The types of food consumed within a specific diet also will have an effect on health.

“It is important to point out that both [omnivorous and vegetarian] diets can be disastrous or healthy,” says Ryan Andrews, a dietician and exercise physiologist with the Johns Hopkins Weight Management Center. “Jujubes and beers constitute a vegan [plant-only] diet. Cheese and sausage constitute an omnivorous diet.  Obviously we know these aren’t the best food choices for optimal health.”  

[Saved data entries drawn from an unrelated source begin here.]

// Writing a batch of stroke saves: one transaction, one statement per step for the whole batch.
// The outcome of every save is exactly what it would have been had the saves run one after
// another in arrival order (tests/bench/stroke-batch.test.ts checks this): the same checks and
// refusals, the same strokes kept or counted as duplicates, the same verdict and seat state as of
// that save, and one audit entry per seat state change.
//
// writeBatch reads top-down, one named step each:
//   readWhoAndWhere → authoriseSaves → insertStrokes → markValvesLappedIn → readCurves → judgeSaves → recordChanges
import { and, eq, inArray, isNull, sql } from "drizzle-orm";
import type { Db } from "@/db/client";
import { heads, jobs, lappingSessions, seats, strokes, users, valves, type LappingStage, type SeatState } from "@/db/schema";
import type { SeatVerdict } from "@/lib/audio";
import { actorColumns, actorFromRow, authorize, type Actor } from "@/lib/auth/authorize";
import { assertCanWorkOn } from "@/lib/auth/job-access";
import { recordAudit } from "@/lib/audit";
import { assertOpenForWork, assertOwnSession, judgeStage, SEAT_HOLD_REFRESH_SECONDS, SESSION_NOT_FOUND, seatStateFor, STROKE_ORDER_COLUMNS } from "@/lib/bench/rules";
import { NotFoundError } from "@/lib/errors";
import { seatCode } from "@/lib/heads/layout";
import { backToBenchForWork } from "@/lib/jobs/hand-in";
import type { StrokeInput } from "@/lib/validations/bench";

export interface StrokeSaveResult {
  accepted: number;
  duplicates: number;
  seatState: SeatState;
  verdict: SeatVerdict;
  strokeCount: number;
}

/** One stroke save: who signed in (their id, from the session token), which session, what strokes. */
export interface StrokeSave {
  userId: string;
  /** The session token's version; the save is refused as signed out when the account's has moved on. Undefined: not checked. */
  sessionVersion?: number;
  sessionId: string;
  strokes: StrokeInput[];
}

export type StrokeSaveOutcome = { ok: true; result: StrokeSaveResult } | { ok: false; error: unknown };

type Tx = Parameters<Parameters<Db["transaction"]>[0]>[0];

/** A save's session, with its seat (locked) and job, as the checks read them. */
interface Target {
  sessionId: string;
  session: { stage: LappingStage; technicianId: string; lastSeenAt: Date };
  starterName: string;
  seat: { id: string; state: SeatState; cylinder: number; kind: (typeof seats.$inferSelect)["kind"]; position: number };
  job: { id: string; shopId: string; number: string; status: (typeof jobs.$inferSelect)["status"]; assignedTechnicianId: string | null };
  valveId: string | null;
  valveLappedIn: string | null;
}

interface Accepted {
  save: StrokeSave;
  /** The save's place in the batch. */
  at: number;
  actor: Actor;
  target: Target;
}

/** One stroke of a touched seat, in the order the verdict reads them. */
interface CurvePoint {
  stage: LappingStage;
  startS: number;
  contrastDb: number;
  flags: string[];
  /** The accepted save that stored it in this batch; undefined for a stroke stored before. */
  by: number | undefined;
}

/**
 * Saves strokes idempotently (a resend with the same clientId is ignored) and re-judges the seat.
 * The actor is read again from the users table, as for every save.
 */
export async function saveStrokes(db: Db, actor: Actor, sessionId: string, input: StrokeInput[]): Promise<StrokeSaveResult> {
  const [outcome] = await saveStrokeBatch(db, [{ userId: actor.id, sessionId, strokes: input }]);
  if (!outcome!.ok) throw outcome!.error;
  return outcome!.result;
}

/**
 * Saves a batch as one transaction. A refusal (not signed in, not allowed, not found, signed off)
 * belongs to its own save and leaves the others alone. If the database refuses the batch as a
 * whole, each save is run on its own, so that one bad save cannot fail the rest.
 */
export async function saveStrokeBatch(db: Db, given: StrokeSave[]): Promise<StrokeSaveOutcome[]> {
  if (given.length === 0) return [];
  // Ids are matched against the database's answers, which are in lower case.
  const batch = given.map((s) => ({ ...s, userId: s.userId.toLowerCase(), sessionId: s.sessionId.toLowerCase() }));
  try {
    return await db.transaction((tx) => writeBatch(tx, batch));
  } catch (err) {
    if (batch.length === 1) return [{ ok: false, error: err }];
    const outcomes: StrokeSaveOutcome[] = [];
    for (const save of batch) outcomes.push(...(await saveStrokeBatch(db, [save])));
    return outcomes;
  }
}

async function writeBatch(tx: Tx, batch: StrokeSave[]): Promise<StrokeSaveOutcome[]> {
  const outcomes: Array<StrokeSaveOutcome | null> = batch.map(() => null);
  const { people, targets } = await readWhoAndWhere(tx, batch);
  const accepted = authoriseSaves(batch, people, targets, outcomes);
  if (accepted.length === 0) return outcomes as StrokeSaveOutcome[];
  const { insertedIds, acceptedCount, storerOf } = await insertStrokes(tx, accepted);
  await markValvesLappedIn(tx, accepted, acceptedCount);
  const curves = await readCurves(tx, accepted, insertedIds, storerOf);
  const changes = judgeSaves(accepted, curves, acceptedCount, outcomes);
  await recordChanges(tx, changes, accepted, acceptedCount);
  return outcomes as StrokeSaveOutcome[];
}

type Person = Actor & { active: boolean; sessionVersion: number };

/**
 * The people signed in, and the sessions with their seats locked in seat order: two batches (on
 * a PostgreSQL server, from two processes) always lock shared seats in the same order.
 */
async function readWhoAndWhere(tx: Tx, batch: StrokeSave[]): Promise<{ people: Map<string, Person>; targets: Map<string, Target> }> {
  const userIds = [...new Set(batch.map((s) => s.userId))];
  const sessionIds = [...new Set(batch.map((s) => s.sessionId))];
  const peopleRows = await tx.select(actorColumns).from(users).where(inArray(users.id, userIds));
  const rows = await tx
    .select({
      sessionId: lappingSessions.id,
      stage: lappingSessions.stage,
      technicianId: lappingSessions.technicianId,
      lastSeenAt: lappingSessions.lastSeenAt,
      starterName: users.name,
      seatId: seats.id,
      seatState: seats.state,
      cylinder: seats.cylinder,
      kind: seats.kind,
      position: seats.position,
      jobId: jobs.id,
      shopId: jobs.shopId,
      number: jobs.number,
      status: jobs.status,
      assignedTechnicianId: jobs.assignedTechnicianId,
      valveId: valves.id,
      valveLappedIn: valves.lappedInSeatId,
    })
    .from(lappingSessions)
    .innerJoin(users, eq(users.id, lappingSessions.technicianId))
    .innerJoin(seats, eq(seats.id, lappingSessions.seatId))
    .innerJoin(heads, eq(heads.id, seats.headId))
    .innerJoin(jobs, eq(jobs.id, heads.jobId))
    .leftJoin(valves, eq(valves.seatId, seats.id))
    .where(inArray(lappingSessions.id, sessionIds))
    .orderBy(seats.id)
    .for("update", { of: seats });
  const targets = new Map<string, Target>(
    rows.map((r) => [
      r.sessionId,
      {
        sessionId: r.sessionId,
        session: { stage: r.stage, technicianId: r.technicianId, lastSeenAt: r.lastSeenAt },
        starterName: r.starterName,
        seat: { id: r.seatId, state: r.seatState, cylinder: r.cylinder, kind: r.kind, position: r.position },
        job: { id: r.jobId, shopId: r.shopId, number: r.number, status: r.status, assignedTechnicianId: r.assignedTechnicianId },
        valveId: r.valveId,
        valveLappedIn: r.valveLappedIn,
      },
    ]),
  );
  return { people: new Map(peopleRows.map((p) => [p.id, p])), targets };
}

/** The same checks, in the same order, as a save on its own; a refused save gets its outcome here. */
function authoriseSaves(batch: StrokeSave[], people: Map<string, Person>, targets: Map<string, Target>, outcomes: Array<StrokeSaveOutcome | null>): Accepted[] {
  const accepted: Accepted[] = [];
  batch.forEach((save, at) => {
    try {
      const actor = authorize(actorFromRow(people.get(save.userId), save.sessionVersion), "jobs:work");
      const target = targets.get(save.sessionId);
      if (!target || target.job.shopId !== actor.shopId) throw new NotFoundError(SESSION_NOT_FOUND);
      assertCanWorkOn(actor, target.job);
      assertOwnSession(actor, target.session, target.starterName);
      assertOpenForWork(target);
      accepted.push({ save, at, actor, target });
    } catch (err) {
      outcomes[at] = { ok: false, error: err };
    }
  });
  return accepted;
}

/**
 * One insert for every stroke of the batch; a stroke already stored (or sent twice in this batch)
 * under its session and clientId is skipped, as on its own. The sessions' last sign of life is
 * refreshed where it is older than the refresh interval (read under the seats' lock, so current).
 */
async function insertStrokes(tx: Tx, accepted: Accepted[]): Promise<{ insertedIds: string[]; acceptedCount: number[]; storerOf: number[] }> {
  const now = new Date();
  const staleBefore = now.getTime() - SEAT_HOLD_REFRESH_SECONDS * 1000;
  const stale = [...new Set(accepted.filter((a) => a.target.session.lastSeenAt.getTime() < staleBefore).map((a) => a.save.sessionId))];
  if (stale.length > 0) await tx.update(lappingSessions).set({ lastSeenAt: now }).where(inArray(lappingSessions.id, stale));

  const rows = accepted.flatMap(({ save }) =>
    save.strokes.map((s) => ({
      sessionId: save.sessionId,
      clientId: s.clientId,
      index: s.index,
      startS: s.startS,
      endS: s.endS,
      onsetDb: s.onsetDb,
      bodyDb: s.bodyDb,
      contrastDb: s.contrastDb,
      bandSnrDb: s.bandSnrDb ?? null,
      flags: s.flags,
    })),
  );
  const inserted = await tx
    .insert(strokes)
    .values(rows)
    .onConflictDoNothing({ target: [strokes.sessionId, strokes.clientId] })
    .returning({ id: strokes.id, sessionId: strokes.sessionId, clientId: strokes.clientId });

  // Which save stored each new stroke: the first one in arrival order that carried it.
  const firstCarrier = new Map<string, number>();
  accepted.forEach(({ save }, k) => {
    for (const s of save.strokes) {
      const key = `${save.sessionId}/${s.clientId.toLowerCase()}`;
      if (!firstCarrier.has(key)) firstCarrier.set(key, k);
    }
  });
  const storerOf = inserted.map((row) => firstCarrier.get(`${row.sessionId}/${row.clientId}`)!);
  const acceptedCount = accepted.map(() => 0);
  for (const k of storerOf) acceptedCount[k]!++;
  return { insertedIds: inserted.map((r) => r.id), acceptedCount, storerOf };
}

/** The valve in a seat is lapped into it by the seat's first stored stroke, and stays with it. */
async function markValvesLappedIn(tx: Tx, accepted: Accepted[], acceptedCount: number[]): Promise<void> {
  const lappedSeats = new Set<string>();
  accepted.forEach(({ target }, k) => {
    if (acceptedCount[k]! > 0 && target.valveId && target.valveLappedIn === null) lappedSeats.add(target.seat.id);
  });
  if (lappedSeats.size === 0) return;
  await tx
    .update(valves)
    .set({ lappedInSeatId: valves.seatId, updatedAt: new Date() })
    .where(and(inArray(valves.seatId, [...lappedSeats]), isNull(valves.lappedInSeatId)));
}

/**
 * Every stroke of the touched seats, in the order the verdict reads them: one row per seat and
 * stage, its strokes as one JSON array (a row per stroke costs the embedded database far more
 * than the statement itself).
 */
async function readCurves(tx: Tx, accepted: Accepted[], insertedIds: string[], storerOf: number[]): Promise<Map<string, CurvePoint[]>> {
  const seatIds = [...new Set(accepted.map((a) => a.target.seat.id))];
  const order = sql.join(
    STROKE_ORDER_COLUMNS.map((c) => sql`${c}`),
    sql`, `,
  );
  const rows = await tx
    .select({
      seatId: lappingSessions.seatId,
      stage: lappingSessions.stage,
      points: sql<Array<[string, number, number, string[]]>>`json_agg(json_build_array(${strokes.id}, ${strokes.startS}, ${strokes.contrastDb}, ${strokes.flags}) order by ${order})`,
    })
    .from(strokes)
    .innerJoin(lappingSessions, eq(lappingSessions.id, strokes.sessionId))
    .where(inArray(lappingSessions.seatId, seatIds))
    .groupBy(lappingSessions.seatId, lappingSessions.stage);
  const placeOf = new Map(insertedIds.map((id, n) => [id, n]));
  const bySeat = new Map<string, CurvePoint[]>();
  for (const row of rows) {
    const list = bySeat.get(row.seatId) ?? [];
    for (const [id, startS, contrastDb, flags] of row.points) {
      const place = placeOf.get(id);
      list.push({ stage: row.stage, startS, contrastDb, flags, by: place === undefined ? undefined : storerOf[place] });
    }
    bySeat.set(row.seatId, list);
  }
  return bySeat;
}

interface StateChange {
  actor: Actor;
  target: Target;
  before: SeatState;
  after: SeatState;
  stage: LappingStage;
  verdict: SeatVerdict;
  count: number;
}

/** Each save's verdict sees the strokes stored before it and its own, as it would on its own. */
function judgeSaves(accepted: Accepted[], curves: Map<string, CurvePoint[]>, acceptedCount: number[], outcomes: Array<StrokeSaveOutcome | null>): { changes: StateChange[]; finalStates: Map<string, SeatState> } {
  const finalStates = new Map<string, SeatState>();
  const changes: StateChange[] = [];
  accepted.forEach(({ save, at, actor, target }, k) => {
    const visible = (curves.get(target.seat.id) ?? []).filter((s) => s.by === undefined || s.by <= k);
    const stage = target.session.stage;
    const currentList = visible.filter((s) => s.stage === stage);
    const current = judgeStage(currentList);
    const fine = stage === "fine" ? current : judgeStage(visible.filter((s) => s.stage === "fine"));
    const before = finalStates.get(target.seat.id) ?? target.seat.state;
    const next = seatStateFor(before, stage, current, fine);
    if (next !== before) {
      finalStates.set(target.seat.id, next);
      changes.push({ actor, target, before, after: next, stage, verdict: current, count: currentList.length });
    }
    outcomes[at] = {
      ok: true,
      result: { accepted: acceptedCount[k]!, duplicates: save.strokes.length - acceptedCount[k]!, seatState: next, verdict: current, strokeCount: currentList.length },
    };
  });
  return { changes, finalStates };
}

/**
 * The seats' new states with one audit entry per change; new strokes on a head awaiting audit put
 * it back at the bench.
 */
async function recordChanges(tx: Tx, { changes, finalStates }: ReturnType<typeof judgeSaves>, accepted: Accepted[], acceptedCount: number[]): Promise<void> {
  for (const [seatId, state] of finalStates) {
    await tx.update(seats).set({ state, updatedAt: new Date() }).where(eq(seats.id, seatId));
  }
  for (const c of changes) {
    await recordAudit(tx, {
      actorId: c.actor.id,
      action: "seat.state_changed",
      entityType: "seat",
      entityId: c.target.seat.id,
      jobId: c.target.job.id,
      before: { state: c.before },
      after: { state: c.after, stage: c.stage, verdict: c.verdict.state, strokes: c.count },
    });
  }
  const backToBench = new Map<string, Accepted>();
  accepted.forEach((a, k) => {
    if (acceptedCount[k]! > 0 && a.target.job.status === "awaiting_audit" && !backToBench.has(a.target.job.id)) backToBench.set(a.target.job.id, a);
  });
  for (const { actor, target } of backToBench.values()) {
    await backToBenchForWork(tx, actor, target.job, `strokes on ${seatCode(target.seat)} (${target.session.stage})`);
  }
}
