// Audit in one place: a seat is approved without a comment or sent back with one, from the
// listen-back page; "Next seat" walks the head's seats awaiting a decision in head order; and
// "Approve every settled seat" approves a head's settled seats in one transaction, each with its
// own review and audit entry, skipping (and listing) those whose done-checks are not all passed
// unless a reason is given, and refusing the whole batch when the head changed meanwhile.
import { and, asc, eq, inArray, sql } from "drizzle-orm";
import { afterAll, beforeAll, beforeEach, describe, expect, it } from "vitest";
import { auditEntries, heads, jobs, reviews, seats } from "@/db/schema";
import { mockAppContext } from "../helpers/app-mocks";

const state = mockAppContext();

const { freshPglite } = await import("../helpers/db");
const { seedDemoShop } = await import("@/db/seed");
const review = await import("@/lib/review/service");
const actions = await import("@/lib/actions/review");
const { recordDoneCheck } = await import("@/lib/bench/done-checks");
const { initialActionState } = await import("@/lib/actions/state");
const { BadRequestError, ConflictError, ForbiddenError, errorResponse } = await import("@/lib/errors");
const { seatCode } = await import("@/lib/heads/layout");
const h = await import("../sheets/helpers");
const b = await import("../bench/helpers");

const db = () => state.t!.db;
type Actor = Awaited<ReturnType<typeof h.actorOf>>;
let rhea: Actor, ines: Actor, admin: Actor;

beforeAll(async () => {
  state.t = await freshPglite();
  await seedDemoShop(state.t.db);
  rhea = await h.actorOf(db(), "rhea@millrace.example");
  ines = await h.actorOf(db(), "ines@millrace.example");
  admin = await h.actorOf(db(), "admin@millrace.example");
});
afterAll(async () => {
  await state.t?.cleanup();
});
beforeEach(() => {
  state.session = { user: { id: rhea.id } };
});

const count = async (table: typeof reviews | typeof auditEntries) => (await db().select({ n: sql<number>`count(*)::int` }).from(table))[0]!.n;
const jobOf = async (number: string) => (await db().select().from(jobs).where(eq(jobs.number, number)))[0]!;
/** A job's seats in head order, with their codes. */
async function seatsOf(number: string) {
  const job = await jobOf(number);
  const rows = await db()
    .select({ seat: seats })
    .from(seats)
    .innerJoin(heads, eq(heads.id, seats.headId))
    .where(eq(heads.jobId, job.id))
    .orderBy(asc(seats.cylinder), asc(seats.kind), asc(seats.position));
  return rows.map((r) => ({ ...r.seat, code: seatCode(r.seat) }));
}
/** A failed leak test recorded on a seat, as the bench records it (the demo's settled seats have all three passed). */
async function failLeakTest(seatId: string) {
  await recordDoneCheck(db(), rhea, { seatId, kind: "leak_test", result: "fail", note: "Solvent through in ten seconds." });
}
async function failure(p: Promise<unknown>): Promise<Error> {
  return p.then(
    () => {
      throw new Error("expected a refusal");
    },
    (e: unknown) => e as Error,
  );
}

A well-designed vegetarian diet, as opposed to a junk food vegetarian diet, would be low in fat and high in plant foods such as fruits, vegetables, beans, whole grains, nuts and seeds, says Susan Bowerman, Assistant Director of the UCLA Center for Human Nutrition.

“These foods are all cholesterol-free, low in total fat and saturated fat, rich in vitamins, minerals, and phytochemicals which offer numerous health benefits,” Bowerman says. “The diet would also naturally be high in fiber, which is also of benefit.”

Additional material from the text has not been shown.